[INPUT DATA Boundary: Start]
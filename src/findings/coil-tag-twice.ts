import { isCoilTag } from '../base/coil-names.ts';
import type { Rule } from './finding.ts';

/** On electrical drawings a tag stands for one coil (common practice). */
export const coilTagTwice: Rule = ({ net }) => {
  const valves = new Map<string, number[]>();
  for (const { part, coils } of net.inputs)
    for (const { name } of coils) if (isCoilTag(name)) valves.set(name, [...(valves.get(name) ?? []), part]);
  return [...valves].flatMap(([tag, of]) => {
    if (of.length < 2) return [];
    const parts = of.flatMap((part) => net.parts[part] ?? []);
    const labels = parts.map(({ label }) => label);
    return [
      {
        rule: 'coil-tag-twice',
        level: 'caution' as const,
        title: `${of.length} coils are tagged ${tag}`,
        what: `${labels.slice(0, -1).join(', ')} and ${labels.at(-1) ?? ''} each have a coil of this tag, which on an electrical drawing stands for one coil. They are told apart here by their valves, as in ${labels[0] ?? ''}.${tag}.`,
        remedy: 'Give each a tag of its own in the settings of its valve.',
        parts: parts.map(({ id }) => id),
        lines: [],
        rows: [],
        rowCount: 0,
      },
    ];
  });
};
[INPUT DATA Boundary: End]
[INPUT DATA Boundary: Start]
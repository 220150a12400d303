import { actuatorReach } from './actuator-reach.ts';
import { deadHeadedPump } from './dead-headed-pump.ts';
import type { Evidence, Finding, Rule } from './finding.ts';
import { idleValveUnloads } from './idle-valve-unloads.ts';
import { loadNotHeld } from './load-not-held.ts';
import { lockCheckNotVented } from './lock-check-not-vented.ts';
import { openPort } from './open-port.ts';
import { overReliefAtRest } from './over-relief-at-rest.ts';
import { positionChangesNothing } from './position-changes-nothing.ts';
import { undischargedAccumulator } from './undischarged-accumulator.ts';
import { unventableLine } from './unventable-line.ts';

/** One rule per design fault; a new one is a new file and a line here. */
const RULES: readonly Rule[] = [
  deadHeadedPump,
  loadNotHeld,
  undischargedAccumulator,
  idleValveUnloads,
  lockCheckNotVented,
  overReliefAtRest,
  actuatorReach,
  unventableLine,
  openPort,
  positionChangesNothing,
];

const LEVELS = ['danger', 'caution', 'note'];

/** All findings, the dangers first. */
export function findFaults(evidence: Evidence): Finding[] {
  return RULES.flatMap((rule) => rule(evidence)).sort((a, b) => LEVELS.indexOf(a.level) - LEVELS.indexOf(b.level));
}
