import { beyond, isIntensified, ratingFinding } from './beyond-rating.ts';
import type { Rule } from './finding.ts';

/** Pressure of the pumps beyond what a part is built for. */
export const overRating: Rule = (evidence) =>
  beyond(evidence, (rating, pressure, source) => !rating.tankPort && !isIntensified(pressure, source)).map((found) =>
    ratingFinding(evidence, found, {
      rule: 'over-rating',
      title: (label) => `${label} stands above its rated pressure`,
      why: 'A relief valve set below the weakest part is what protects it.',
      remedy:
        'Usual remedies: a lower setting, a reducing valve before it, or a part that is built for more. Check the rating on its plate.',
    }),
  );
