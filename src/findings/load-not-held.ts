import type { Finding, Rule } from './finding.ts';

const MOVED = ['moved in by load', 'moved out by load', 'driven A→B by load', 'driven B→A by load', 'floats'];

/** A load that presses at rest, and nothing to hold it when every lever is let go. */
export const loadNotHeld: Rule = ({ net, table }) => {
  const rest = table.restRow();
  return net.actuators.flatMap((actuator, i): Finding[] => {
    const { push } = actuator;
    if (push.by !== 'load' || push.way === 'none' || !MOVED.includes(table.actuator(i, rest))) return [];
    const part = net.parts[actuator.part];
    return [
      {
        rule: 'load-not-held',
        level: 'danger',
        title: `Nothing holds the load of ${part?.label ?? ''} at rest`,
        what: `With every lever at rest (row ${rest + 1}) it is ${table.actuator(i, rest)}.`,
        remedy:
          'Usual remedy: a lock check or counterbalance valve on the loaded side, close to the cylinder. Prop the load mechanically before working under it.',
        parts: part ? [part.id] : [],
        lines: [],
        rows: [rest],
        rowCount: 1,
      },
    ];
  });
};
[INPUT DATA Boundary: End]
INSTRUCTIONS FOR THE TASK
Find all the lines with "isCoilTag" in the data and copy them.

ANSWER BELOW
import { isCoilTag } from '../base/coil-names.ts';
    for (const { name } of coils) if (isCoilTag(name)) valves.set(name, [...(valves.get(name) ?? []), part]);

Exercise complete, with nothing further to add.